Sorting Algorithm - Merge Sort
Merge Sort is a comparison algorithm that tries to sort the dataset by a Divide And Conquer method. The performance of this algorithm is $O(n*log(n))$.
How
We start by splitting the array up into separate elements, then we start by merging pairs together and we make sure that the smallest element is always on the left (this makes sure that our first index on the end is correct too). If the array start getting bigger then 2 elements, then we join those larger arrays by going through their elements one by one and putting the smallest one first.
For the implementation check paragraph §5.4
.
Advantages and Disadvantages
Advantages
- Stable
- $\Theta(n*lg(n))$ Performance
- Doesn't need random access to data
Disadvantages
- Not adaptive
- $\Theta(n)$ extra space normal
- $\Theta(lg(n))$ Extra space for LinkedLists
Performance
|Worst Case|Average Case|Best Case| |-|-|-| |O(n log n)|O(n log n)|O(n log n)|
For the performance of merge sort we will go out from the assumption that $n = 2^k$. This is because we can then split the table in 2 every time.
$T(n) = 2T(n / 2) + cn$
cn stands for the number of operations needed for merging. This is because merging 2 sub tables is $\Theta(n1 + n2)$. Now to solve this equation we will just divide both terms by n.

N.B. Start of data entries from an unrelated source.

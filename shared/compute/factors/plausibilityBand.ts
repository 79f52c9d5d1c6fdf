import { ComputeError } from '@/shared/compute/errors'
import type { StructureOrUnknown } from './vocabulary'

/** Published spread of the mass of whole buildings [kg/m² GFA]. */
export interface MassBand {
  readonly p10KgPerM2: number
  readonly p90KgPerM2: number
  readonly sampleCount: number
}

/** Where the sum of an archetype's factors lies. */
export interface Plausibility {
  readonly band: MassBand
  readonly verdict: 'below' | 'within' | 'above'
}

const CONCRETE: MassBand = { p10KgPerM2: 816.5, p90KgPerM2: 2170, sampleCount: 166 }
const MASONRY: MassBand = { p10KgPerM2: 784.4, p90KgPerM2: 2526, sampleCount: 99 }
const TIMBER: MassBand = { p10KgPerM2: 288.3, p90KgPerM2: 930.8, sampleCount: 135 }
const STEEL: MassBand = { p10KgPerM2: 762.7, p90KgPerM2: 1735, sampleCount: 20 }
const ALL: MassBand = { p10KgPerM2: 501.2, p90KgPerM2: 2175, sampleCount: 573 }

const BANDS: Readonly<Record<StructureOrUnknown, MassBand>> = {
  'reinforced-concrete': CONCRETE,
  'precast-panel': CONCRETE,
  'masonry-timber-floors': MASONRY,
  'masonry-concrete-floors': MASONRY,
  'timber-frame': TIMBER,
  'mass-timber': TIMBER,
  'steel-frame': STEEL,
  hybrid: ALL,
  earth: ALL,
  unknown: ALL,
}

/**
 * Compares the sum of an archetype's factors with whole buildings of its structure: outside P10–P90 a person should
 * look at the factors again. Medians of materials do not add up to the median of buildings, so a sum near the middle
 * is no proof either.
 *
 * @param structure structure of the archetype
 * @param totalKgPerM2 sum over all materials [kg/m² GFA], ≥ 0
 * @returns band and verdict; both limits count as within
 * @throws {ComputeError} `negative-amount`
 * @see Heeren, N., Fishman, T. (2019). A database seed for a community-driven material intensity research platform.
 *   Scientific Data 6:23 (version 1.2, row sums of at least four materials; own statistics).
 * @example
 * plausibilityBand('timber-frame', 1200).verdict // => 'above'
 */
export function plausibilityBand(structure: StructureOrUnknown, totalKgPerM2: number): Plausibility {
  if (!(totalKgPerM2 >= 0)) throw new ComputeError('negative-amount', { totalKgPerM2 })
  const band = BANDS[structure]
  if (totalKgPerM2 < band.p10KgPerM2) return { band, verdict: 'below' }
  return { band, verdict: totalKgPerM2 > band.p90KgPerM2 ? 'above' : 'within' }
}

$$\frac{T(n)}{n} = \frac{T(n / 2)}{n / 2} + c$$
And we keep on doing this (recursion) because we need the table to become 1 element big.
$$\frac{T(n/2)}{n/2} = \frac{T(n / 4)}{n / 4} + c$$ $$\frac{T(n/4)}{n/4} = \frac{T(n / 8)}{n / 8} + c$$ $$\frac{T(2)}{2} = \frac{T(1)}{1} + c$$
On the end we just add them both together and we get:
$$\frac{T(n)}{n} = T(1) + ck$$
Because $$T(1)$$ is a constant we can say that $T(n) = O(n*lg(n))$. Also when n is not a power of 2, then we get the same result.
Implementation
Implementing this algorithm is not so hard if you know how to, you need to keep 2 methods in mind:
- Merge (Combines 2 arrays with each other)
- MergeSort (Main method, accepts a dataset, splits it and calls this method for those 2 splitted parts)
Then just recursively call MergeSort and you are done.
C++ Code
void merge(vector &v, const vector &left, const vector &right) const {
// We will save our merged array here
vector result;
// Create indexes for the 2 arrays
int idxLeft = 0;
int idxRight = 0;
// Make sure we are not at the end of one of the arrays, else we can't compare
while (idxLeft < left.size() && idxRight < right.size()) {
if (left[idxLeft] < right[idxRight]) {
result.push_back(left[idxLeft]);
idxLeft++;
} else {
result.push_back(right[idxRight]);
idxRight++;
}
}
// Add remaining elements
while (idxLeft < left.size()) {
result.push_back(left[idxLeft]);
idxLeft++;
}
while (idxRight < right.size()) {
result.push_back(right[idxRight]);
idxRight++;
}
// Set our vector on the result
v = result;
};
void merge_sort(vector &v) const {
// Stop running recursively once we have 1 element!
if (v.size() == 1) {
return;
}
// Find the middle element
vector::iterator middle = v.begin() + (v.size() / 2);
// Create our 2 sub arrays
vector left(v.begin(), middle);
vector right(middle, v.end());
// Recursively call MergeSort again, needed for the left and right
merge_sort(left);
merge_sort(right);
// Merge the left and the right array
merge(v, left, right);
}
1.5.5. Benchmark
| | 100 | 1.000 | 10.000 | 100.000 | 1.000.000 |-|-|-|-|-|-| |Random Elements|0.000163|0.001637|0.018098|0.19313|2.01314 |Ascending Elements|0.000145|0.001474|0.016712|0.172718|1.85952 |Descending Elements|0.00015|0.001472|0.016825|0.173975|1.84874
1.5.6. Conclusion
When sorting a Linked List Mergesort is the best choice, however for normal arrays it is better to use other algorithms such as heap sort (which requires less space) or quicksort.